L’opzione di Dio per la Giustizia si basa nel suo proprio essere: Dio non può essere in altro modo, non potrebbe non fare questa opzione senza contraddirsi e senza negare il suo proprio essere. Dio è, per “natura”, opzione per la Giustizia, e questa opzione non è gratuita (ma assiologicamente inevitabile), né contingente (ma necessaria) né arbitraria (ma fondata di per sé nello stesso essere di Dio), né preferenziale (ma alternativa, esclusiva e escludente[8]).

 

Terza tesi: la OP è opzione per chi è “senza giustizia”

Il concetto “poveri”, come parte dell’espressione “opzione per i poveri”, ha causato una certa confusione. In effetti, se l’opzione è “per i poveri”, esplicitamente sopraggiunge la tentazione di situare nella “povertà” il fondamento di questa opzione, questo sia identificando falsamente povertà con santità (cosa che fu esclusa fin dal principio), o rielaborando metaforicamente il concetto di “povertà” in differenti direzioni[9], o deviandolo verso qualunque dei gruppi che nell’Antico Testamento paiono essere oggetto di una “preferenza” da parte di Dio (i “deboli e piccoli”…), o in molti altri modi[10].
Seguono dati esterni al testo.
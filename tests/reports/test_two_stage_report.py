"""The report page of Simon's two-stage design says what was computed: the design's maximum and
expected sizes, its exact power and type I error (not the target echoed), and its two stages in
place of adjustment steps, which the design does not take. Demo data: Northbridge (the phase II
example), invented."""

from __future__ import annotations

import html
import json
import re
import subprocess
import sys

import pytest
from scipy import stats

from service.reports.justification import justification
from service.reports.render import render_report
from tests.posted import SIMON, posted, record_of, simon_posted
from tests.reports.reports_testkit import REQUEST

P0, P1 = 0.2, 0.4


def _text(page: str) -> str:
    return re.sub(r"\s+", " ", html.unescape(re.sub(r"<[^>]+>", " ", page)))


def _page_text(record: dict) -> str:
    return _text(render_report(REQUEST, record, curve_svg="<svg></svg>"))


def _promising(n1: int, r1: int, n: int, r: int, p: float) -> float:
    """P(more than r1 of n1 respond, then more than r of all n) by scipy, summed by hand."""
    return sum(
        stats.binom.pmf(x1, n1, p) * stats.binom.sf(r - x1, n - n1, p)
        for x1 in range(r1 + 1, n1 + 1)
    )


def _says_the_design(text: str, n1: int, r1: int, n: int, r: int, mean_n: str) -> None:
    """The answer's figures and the stage rows, each number recomputed with scipy."""
    power, alpha = _promising(n1, r1, n, r, P1), _promising(n1, r1, n, r, P0)
    stop0, stop1 = stats.binom.cdf(r1, n1, P0), stats.binom.cdf(r1, n1, P1)
    # formula: EN(p0) = n1 + (1 − P(X1 ≤ r1 | p0))·(n − n1), by scipy's binomial
    assert f"{n1 + (1 - stop0) * (n - n1):.1f}" == mean_n
    assert (
        f"{n} enrolled at most (when the study continues to stage 2) "
        f"{mean_n} enrolled on average when the true response rate is 0.2 (uninteresting) "
        f"{power:.4f} exact power when the true response rate is 0.4 (worth pursuing) "
        f"{alpha:.4f} exact type I error when the true response rate is 0.2 (uninteresting)"
    ) in text
    assert (
        f"Stage Detail Patients (cumulative) Stage 1 treat n1 = {n1}; stop when r1 = {r1} or "
        f"fewer respond (probability of stopping {stop0:.2f} at the uninteresting rate 0.2, "
        f"{stop1:.2f} at the rate worth pursuing 0.4) {n1} Stage 2 treat {n - n1} more; call "
        f"the treatment promising when more than r = {r} of the n = {n} respond {n}"
    ) in text
    assert (
        "No dropout adjustment is made: the stage rules count evaluable patients, so replace "
        "patients who cannot be evaluated."
    ) in text
    # no single enrolled number, no adjustment table, no power "at the analyzed size"
    for wrong in ("enrolled in total", "Adjustment steps", "Base size", "analyzed size"):
        assert wrong not in text, wrong


@pytest.mark.parametrize(
    "criterion, design, mean_n",
    [("optimal", (3, 13, 12, 43), "20.6"), ("minimax", (4, 18, 10, 33), "22.3")],
)
def test_found_design_report_says_its_sizes_and_exact_characteristics(criterion, design, mean_n):
    # published: Simon (1989), Controlled Clin Trials 10:1, Table 1 (p0 .20, p1 .40, alpha .05,
    # power .80): optimal 3/13, 12/43 with EN(p0) 20.6, minimax 4/18, 10/33 with EN(p0) 22.3;
    # recomputed by the engine's enumeration.
    record = record_of(posted(SIMON, analysis_options={"criterion": criterion}))
    r1, n1, r, n = design
    block = record["sample_size"]["details"]["two_stage"]
    assert (block["r1"], block["n1"], block["r"], block["n"]) == design
    text = _page_text(record)
    _says_the_design(text, n1, r1, n, r, mean_n)
    assert (
        f"Stages Simon's {criterion} design, found by exact search among every two-stage design "
        f"up to n = {block['searched_max_n']}."
    ) in text
    # the power shown is the design's exact power, not the 80% target echoed
    assert abs(record["power"]["estimate"] - _promising(n1, r1, n, r, P1)) < 1e-12
    assert "80.0%" not in text
    words = justification(record)
    assert "The power at the analyzed size" not in words
    assert f"the exact power {_promising(n1, r1, n, r, P1):.4f}" in words


@pytest.mark.parametrize("method", ["analytic", "simulation"])
def test_posted_design_report_says_its_sizes_and_exact_characteristics(method):
    # published: Simon (1989), Table 1, the minimax design 4/18, 10/33 for p0 .20 / p1 .40
    raw = simon_posted(18, 4, 33, 10, method=method)
    if method == "simulation":
        raw["simulation"] = {"replicates": 2000, "seed": 20261202}
    record = record_of(raw)
    text = _page_text(record)
    _says_the_design(text, 18, 4, 33, 10, "22.3")
    assert "Stages The posted design." in text
    assert "Looking for The power of the stated design" in text
    assert "Total size n (enrolled at most, when the study continues to stage 2) 33" in text
    assert "Enrolled 33" not in text
    words = justification(record)
    assert "participants enrolled" not in words  # 33 is the most enrolled, not the number
    assert (
        "the posted two-stage design enrolls 22.3 participants on average when the response rate "
        f"is the uninteresting one, and at most 33, and its power to detect a response rate of "
        f"0.4 worth pursuing with an uninteresting response rate of 0.2 is "
        f"{100 * record['power']['estimate']:.1f}%."
    ) in words
    simulated = "simulated power (95% interval"
    if method == "simulation":  # the simulated power is shown beside the exact one
        power = record["power"]
        lo, hi = (f"{100 * x:.1f}%" for x in power["ci95"])
        assert (
            f"{100 * power['estimate']:.1f}% simulated power (95% interval {lo} to {hi})"
        ) in text
        # the analytic power beside a simulation is an exact binomial sum here, not a formula
        exact = _promising(18, 4, 33, 10, P1)
        assert (
            f"The exact enumeration gives a power of {100 * exact:.1f}% at the same size." in words
        )
        assert "analytic formula" not in words
    else:
        assert simulated not in text


def test_cli_report_says_the_same(tmp_path):
    """`sizewise report` writes the page the service serves, with the same words."""
    # published: Simon (1989), Table 1, the optimal design 3/13, 12/43 (EN(p0) 20.6)
    record = record_of(SIMON)
    path = tmp_path / "simon.json"
    path.write_text(json.dumps(record), encoding="utf-8")
    done = subprocess.run(
        [sys.executable, "-m", "service.cli", "report", str(path), "--out", str(tmp_path)],
        capture_output=True,
        text=True,
        timeout=120,
    )
    assert done.returncode == 0, done.stderr
    page = open(done.stdout.strip().splitlines()[-1], encoding="utf-8").read()
    _says_the_design(_text(page), 13, 3, 43, 12, "20.6")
Si potranno evitare queste deviazioni se si porta alla luce il ruolo teologico che il concetto di “poveri” gioca concretamente nella espressione “opzione per i poveri”. Teologicamente parlando, “poveri” suona qui esattamente come “senza giustizia”. Perché Dio non opta per i poveri in quanto poveri (materiali, economici), ma in quanto “senza giustizia”. La povertà economica non è di per sé una categoria teologica, piuttosto lo è l’ingiustizia che si può avere nella povertà economica. Teologicamente considerata, la “opzione per i poveri” è in realtà “opzione per i senza giustizia”[11]. Se si chiama opzione “per i poveri”, questo si deve al fatto che i poveri (economici) sono la prima espressione dell’ingiustizia e la sua espressione massima o per antonomasia.
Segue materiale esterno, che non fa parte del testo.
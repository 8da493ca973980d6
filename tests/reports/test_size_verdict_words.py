"""The report says what the simulated size means: holds, conservative (valid, costs power) or
exceeds (not valid here), judged against the alpha each test used."""

from __future__ import annotations

import copy

import pytest
from reports_testkit import REQUEST

from service.engine import compute
from service.engine.explore import robustness
from service.engine.search import wilson
from service.reports.justification import SIZE_WORDS, justification
from service.reports.render import render_report
from tests.engine.questions import make_q


@pytest.fixture(scope="module")
def fisher_record() -> dict:
    # Fisher's exact test at p = 0.3, 40 per arm: exact size 0.0282 (exact enumeration in
    # tests/engine/test_size_verdict.py), well below 0.05.
    q = make_q(
        "two_proportions",
        effect={"p_control": 0.3, "p_treatment": 0.6},
        per_arm=(40, 40),
        simulation={"test": "fisher_exact", "replicates": 4000, "seed": 11},
    )
    return compute(q)


def test_a_conservative_test_is_called_valid(fisher_record):
    text = justification(fisher_record)
    assert "conservative" in text and "valid but costs some power" in text
    assert "does not hold its level" not in text


@pytest.mark.parametrize(
    "rejections,verdict", [(200, "holds"), (112, "conservative"), (260, "exceeds")]
)
def test_each_verdict_has_its_words(fisher_record, rejections, verdict):
    record = copy.deepcopy(fisher_record)
    t1 = record["type_i_error"]
    t1.update(estimate=rejections / 4000, ci95=wilson(rejections, 4000), verdict=verdict)
    text = justification(record)
    assert SIZE_WORDS[verdict].strip(",; ").split(":")[0] in text
    assert ("does not hold its level" in text) == (verdict == "exceeds")


def test_robustness_panel_flags_only_sizes_above_the_per_comparison_alpha(simulated_record):
    q = copy.deepcopy(simulated_record["question"])
    q["adjustments"]["comparisons"] = 2
    per_arm = simulated_record["sample_size"]["per_arm"]
    panel = robustness(q, per_arm, replicates=1000, seed=5)
    record = dict(simulated_record, question=q)
    page = render_report(REQUEST, record, curve_svg="<svg></svg>", robustness=panel)
    assert "level its test used, 0.025 (0.05 split over the comparisons)" in page
    normal = next(d for d in panel["departures"] if d["name"] == "normal")
    assert normal["type_i_error"]["verdict"] == "holds"  # a t test on normal data at 0.025
    flagged = sum(d["type_i_error"]["verdict"] == "exceeds" for d in panel["departures"])
    assert page.count('class="flag">exceeds alpha') == flagged
    # A panel stored before verdicts (overall alpha only) is judged at alpha / comparisons too.
    old = copy.deepcopy(panel)
    del old["alpha_per_comparison"]
    for d in old["departures"]:
        d["type_i_error"] = {k: d["type_i_error"][k] for k in ("estimate", "mcse", "ci95")}
    again = render_report(REQUEST, record, curve_svg="<svg></svg>", robustness=old)
    assert again.count('class="flag">exceeds alpha') == flagged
Parlando con precisione teologica, i destinatari di questa OP non possono essere identificati più con i “poveri economici” per se stessi, né con i “poveri sono buoni”, né con quelli che sono “poveri in un certo senso”, o con quelli che hanno lo “spirito dei poveri”… (delimitazioni tutte queste molto labili, scivolose, a causa dei giochi metaforici del linguaggio), ma piuttosto i “senza giustizia”, che siano poveri economici o no, metaforici o no.
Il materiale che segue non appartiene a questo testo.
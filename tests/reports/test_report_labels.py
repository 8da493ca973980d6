"""The report says what was simulated and what was rounded (robustness header, step caption).

Exact arithmetic only: 137 enrolled with 10% dropout leave 123.3 analyzed, simulated at 123
(common practice, no source: dropout divides the analyzed n by 1 − rate).
"""

from markupsafe import escape
from reports_testkit import REQUEST, answer, question

from service.engine import compute
from service.engine.explore import robustness
from service.reports.render import render_report


def test_robustness_header_names_the_analyzed_numbers_that_were_simulated():
    q = question(find="power", sample_size={"per_group": [137, 137]}, adjustments={"dropout": 0.1})
    record = compute(q)
    panel = robustness(q, [137, 137], replicates=200, seed=5)
    assert panel["per_group"] == [137, 137]
    assert panel["analyzed_per_group"] == [123, 123]  # floor(137 × 0.9) = floor(123.3)
    page = render_report(REQUEST, record, curve_svg="<svg></svg>", robustness=panel)
    assert "simulated at 123 analyzed per group (from 137 enrolled per group" in page
    assert "200 replicates" in page and "trials" not in page
    assert f"{escape(record['method']['analysis_label'])} simulated at 123" in page
    assert "at 137 per group" not in page


def test_step_caption_claims_rounding_only_where_it_happened():
    power = answer(find="power", sample_size={"per_group": [47, 47]}, adjustments={"dropout": 0.1})
    page = render_report(REQUEST, power, curve_svg="<svg></svg>")
    assert (
        "rounded up at every step" not in page and "rounds" not in page.split("<caption>")[1][:200]
    )
    assert "the numbers analyzed are not rounded" in page
    solved = answer(adjustments={"dropout": 0.1})
    page = render_report(REQUEST, solved, curve_svg="<svg></svg>")
    assert "every step rounds each group up to whole subjects" in page


def test_exact_ratio_rounding_is_named_in_the_steps():
    record = answer(allocation_ratio=3.0, allocation_rounding="exact_ratio")
    assert record["sample_size"]["per_group"] == [43, 129]  # 42.35 / 127.04, ratio kept at 3
    page = render_report(REQUEST, record, curve_svg="<svg></svg>")
    assert "rounded up keeping the allocation ratio exact" in page
    assert "keeping the allocation ratio exact." in page.split("<caption>")[1][:300]


def test_cluster_step_caption_says_which_rows_are_whole_clusters():
    # Donner & Klar (2000): design effect 1 + (20 − 1)·0.05 = 1.95 turns 63.77 into 124.3
    # individuals, which the table shows unrounded before the whole-cluster rows.
    record = answer(adjustments={"cluster": {"mean_size": 20, "icc": 0.05}})
    page = render_report(REQUEST, record, curve_svg="<svg></svg>")
    caption = page.split("<caption>")[1].split("</caption>")[0]
    assert "unrounded number of individuals" in caption and "whole clusters" in caption
    assert "every step rounds each group up" not in caption
    assert "124.3 individuals" in page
Al contrario: i “piccoli e i deboli”, ossia, tutti quelli la cui “povertà” non può essere misurata in termini di ingiustizia[12], non devono essere identificati come destinatari espliciti della OP, ma per estensione metaforica. Possono essere oggetto di una “tenerezza speciale” e gratuita da parte di Dio e nostra, però questo sentimento e questo atteggiamento non devono essere confusi con la OP.

Ogni problematica umana che sia convertibile in ingiustizia – benché non abbia a che vedere con la “povertà” nel senso letterale o economico – è oggetto della OP (perché questa è opzione per la giustizia). Così, la discriminazione etnica, di genere, culturale… come forme di ingiustizia che sono, e anche se non si verificano insieme a situazioni di povertà economica, oggetto della OP. Non lo sono per essere forme di povertà – perché non lo sono -, ma per essere forme di ingiustizia.

L’opzione per la cultura disprezzata, per la razza emarginata, per il genere oppresso… non sono opzioni differenti della OP, ma concrezioni diverse dell’unica “opzione per i senza giustizia”, che chiamiamo OP.

 

Quarta tesi: l’essenza teologico-sistematica della OP e il suo fondamento è l’opzione di Dio per la Giustizia

Teologicamente parlando, nel senso dogmatico-sistematico, la vera natura della OP è l’opzione di Dio per la Giustizia. La “radiografia teologica” della OP, il fondamento sul quale si sostiene, ciò che in realtà la costituisce, è l’opzione di Dio per la giustizia.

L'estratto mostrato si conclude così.